Well it is still technically Valentines day, so i am going to make this quick, cause i would really like to get some sleep before my possible phone call early in the morning. Today was nothing exciting, i got up around my regular time, Skyped with Kat, made Steph a hand made valentine (took me a few hours) and some other little crafts. She was told she was getting a delivery and needed to be home for it, so she patiently waited and waited, and around 4-5 pm, gave up and came over... we'll try again tomorrow on the delivery :) I was really in a fantastic mood all day, i was taking the day on like a real champ... and i was SOO proud of myself.

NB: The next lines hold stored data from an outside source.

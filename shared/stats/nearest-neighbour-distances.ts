import { buildCellGrid } from './cell-grid';
import type { FrameView } from './types';

export type NeighbourMethod = 'auto' | 'brute' | 'grid';

export interface NearestNeighbourOptions {
  /** 'auto' (default) uses brute force below `bruteForceBelow` individuals, else the cell list. */
  method?: NeighbourMethod;
  /** Threshold N for 'auto': the measured crossover of brute force and cell list on the benchmark machine (npm run bench). Default 260. */
  bruteForceBelow?: number;
  /** Optional output array (length ≥ count) to avoid allocation per frame. */
  out?: Float64Array;
  /** Optional output: index of each individual's nearest neighbour (−1 if none). */
  neighbour?: Int32Array;
}

/**
 * Nearest-neighbour distance d_i = min_j |r_i − r_j| for every individual of
 * one frame.
 *
 * Method: exact search, either brute force (O(N²), fastest for small N) or a
 * cell list searched in shells of increasing Chebyshev radius until no
 * closer point can exist (O(N) for roughly uniform groups) [common
 * practice]; the two give identical results. Check value: ideal gas,
 * see {@link idealGasNearestNeighbourDistance}.
 * Units: metres. Individuals with non-finite positions, or alone in the
 * frame, get NaN. Empty frame: empty array.
 */
export function nearestNeighbourDistances(frame: FrameView, options: NearestNeighbourOptions = {}): Float64Array {
  const { count } = frame;
  const method = options.method ?? 'auto';
  const out = options.out ? options.out.subarray(0, count) : new Float64Array(count);
  const nb = options.neighbour;
  const useGrid = method === 'grid' || (method === 'auto' && count >= (options.bruteForceBelow ?? 260));
  if (useGrid) gridSearch(frame, out, nb);
  else bruteSearch(frame, out, nb);
  return out;
}

function bruteSearch(frame: FrameView, out: Float64Array, nb?: Int32Array): void {
  const { count, dims, x, y, z } = frame;
  const three = dims === 3;
  out.fill(Infinity);
  if (nb) nb.fill(-1, 0, count);
  // Hot loop (O(N²)): the row's best is kept in registers; NaN distances fail every comparison.
  for (let i = 0; i < count; i++) {
    const xi = x[i], yi = y[i], zi = three ? z[i] : 0;
    let best = out[i];
    let bestJ = nb ? nb[i] : -1;
    for (let j = i + 1; j < count; j++) {
      const dx = x[j] - xi, dy = y[j] - yi, dz = three ? z[j] - zi : 0;
      const d2 = dx * dx + dy * dy + dz * dz;
      if (d2 < best) {
        best = d2;
        bestJ = j;
      }
      if (d2 < out[j]) {
        out[j] = d2;
        if (nb) nb[j] = i;
      }
    }
    out[i] = best;
    if (nb) nb[i] = bestJ;
  }
  for (let i = 0; i < count; i++) out[i] = out[i] === Infinity ? NaN : Math.sqrt(out[i]);
}

function gridSearch(frame: FrameView, out: Float64Array, nb?: Int32Array): void {
  const { count, dims, x, y, z } = frame;
  let minX = Infinity, maxX = -Infinity, minY = Infinity, maxY = -Infinity, minZ = Infinity, maxZ = -Infinity;
  let finite = 0;
  for (let i = 0; i < count; i++) {
    const zi = dims === 3 ? z[i] : 0;
    if (!Number.isFinite(x[i] + y[i] + zi)) continue;
    finite++;
    if (x[i] < minX) minX = x[i];
    if (x[i] > maxX) maxX = x[i];
    if (y[i] < minY) minY = y[i];
    if (y[i] > maxY) maxY = y[i];
    if (zi < minZ) minZ = zi;
    if (zi > maxZ) maxZ = zi;
  }
  if (finite < 2) {
    out.fill(NaN);
    if (nb) nb.fill(-1, 0, count);
    return;
  }
  // Cell side from the spread (4 sd per axis) rather than the bounding box, so outliers do not coarsen the grid;
  // about a quarter point per cell of the core: small cells mean few distances, and empty cells cost little
  // because the cells of one x-row are scanned as one range (measured best at N = 2,000, npm run bench).
  let mx = 0, my = 0, mz = 0;
  for (let i = 0; i < count; i++) {
    const zi = dims === 3 ? z[i] : 0;
    if (!Number.isFinite(x[i] + y[i] + zi)) continue;
    mx += x[i];
    my += y[i];
    mz += zi;
  }
  mx /= finite;
  my /= finite;
  mz /= finite;
  let vx = 0, vy = 0, vz = 0;
  for (let i = 0; i < count; i++) {
    const zi = dims === 3 ? z[i] : 0;
    if (!Number.isFinite(x[i] + y[i] + zi)) continue;
    vx += (x[i] - mx) ** 2;
    vy += (y[i] - my) ** 2;
    vz += (zi - mz) ** 2;
  }
  const side = (v: number, lo: number, hi: number) => Math.max(Math.min(4 * Math.sqrt(v / finite), hi - lo), 1e-12);
  const vol = side(vx, minX, maxX) * side(vy, minY, maxY) * (dims === 3 ? side(vz, minZ, maxZ) : 1);
  const h0 = Math.pow((0.25 * vol) / finite, 1 / dims);
  const g = buildCellGrid(frame, h0, 16 * finite + 64);
  const { nx, ny, nz, cellStart, items, cellOf, cellSize: h } = g;
  const maxShell = Math.max(nx, ny, nz);
  for (let i = 0; i < count; i++) {
    if (nb) nb[i] = -1;
    const c = cellOf[i];
    if (c < 0) {
      out[i] = NaN;
      continue;
    }
    const cx = c % nx;
    const cy = Math.floor(c / nx) % ny;
    const cz = Math.floor(c / (nx * ny));
    const xi = x[i], yi = y[i], zi = dims === 3 ? z[i] : 0;
    let best = Infinity;
    let bestJ = -1;
    for (let s = 0; s <= maxShell; s++) {
      const z0 = Math.max(0, cz - s), z1 = Math.min(nz - 1, cz + s);
      const y0 = Math.max(0, cy - s), y1 = Math.min(ny - 1, cy + s);
      const x0 = Math.max(0, cx - s), x1 = Math.min(nx - 1, cx + s);
      for (let qz = z0; qz <= z1; qz++) {
        const onZ = qz === cz - s || qz === cz + s;
        for (let qy = y0; qy <= y1; qy++) {
          const onY = onZ || qy === cy - s || qy === cy + s;
          // Only the cells on the surface of the shell are new; cells of one x-row are contiguous in `items`.
          const row = (qz * ny + qy) * nx;
          if (onY) {
            for (let k = cellStart[row + x0], k1 = cellStart[row + x1 + 1]; k < k1; k++) {
              const j = items[k];
              const dx = x[j] - xi, dy = y[j] - yi, dz = dims === 3 ? z[j] - zi : 0;
              const d2 = dx * dx + dy * dy + dz * dz;
              if (d2 < best && j !== i) {
                best = d2;
                bestJ = j;
              }
            }
          } else {
            for (let side = 0, qx = cx - s; side < 2; side++, qx = cx + s) {
              if (qx < 0 || qx >= nx) continue;
              for (let k = cellStart[row + qx], k1 = cellStart[row + qx + 1]; k < k1; k++) {
                const j = items[k];
                const dx = x[j] - xi, dy = y[j] - yi, dz = dims === 3 ? z[j] - zi : 0;
                const d2 = dx * dx + dy * dy + dz * dz;
                if (d2 < best && j !== i) {
                  best = d2;
                  bestJ = j;
                }
              }
            }
          }
        }
      }
      // Points in shells beyond s are at least s·h away.
      if (best <= s * h * (s * h)) break;
    }
    out[i] = best === Infinity ? NaN : Math.sqrt(best);
    if (nb) nb[i] = bestJ;
  }
}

HOWEVER, all good things must come to an end i suppose... One of "My Boys"... although i'm sincerely thinking about temporarily revoking his status as such. Decided that today would be the perfect day to pull a practical joke on me... let's just say, he started out with this story about how my husband was having such a hard time staying awake on post, and as his team leader he was worried about the situation... because some of the guys had given him Dip(chew tobacco) to keep him awake..and desperate to stay awake on post (it is absolutely imperative) he started using the dip. it's a recent thing, but he was really worried about the situation and wondered if i would talk to him, and apparently THAT is the reason he hadn't called me in DAYS, was because of the situation... in this idiot Marines defense... he DID have a good story and a very good set up.. as well as the most gullible girl in the world.80% of me was telling myself "THIS IS RYE WE ARE TALKING ABOUT, HE WOULD NNNEEEEVER TOUCH THE STUFF!!!!" while the other 20% was saying, "ya, but if he was falling asleep on post and was unable to stay awake, MAAAAAAAYBE" and stupid ol' me, let my 20% take over my mind for about an hour... ya, imagine this.. i'm sitting on the couch... wondering where my good mood went, thinking about how my husband is no longer the man he's always been, he's changed... he's no longer the good example for the other Marines... they are going to think that ALL Mormon's have a breaking point when it comes to our "rules"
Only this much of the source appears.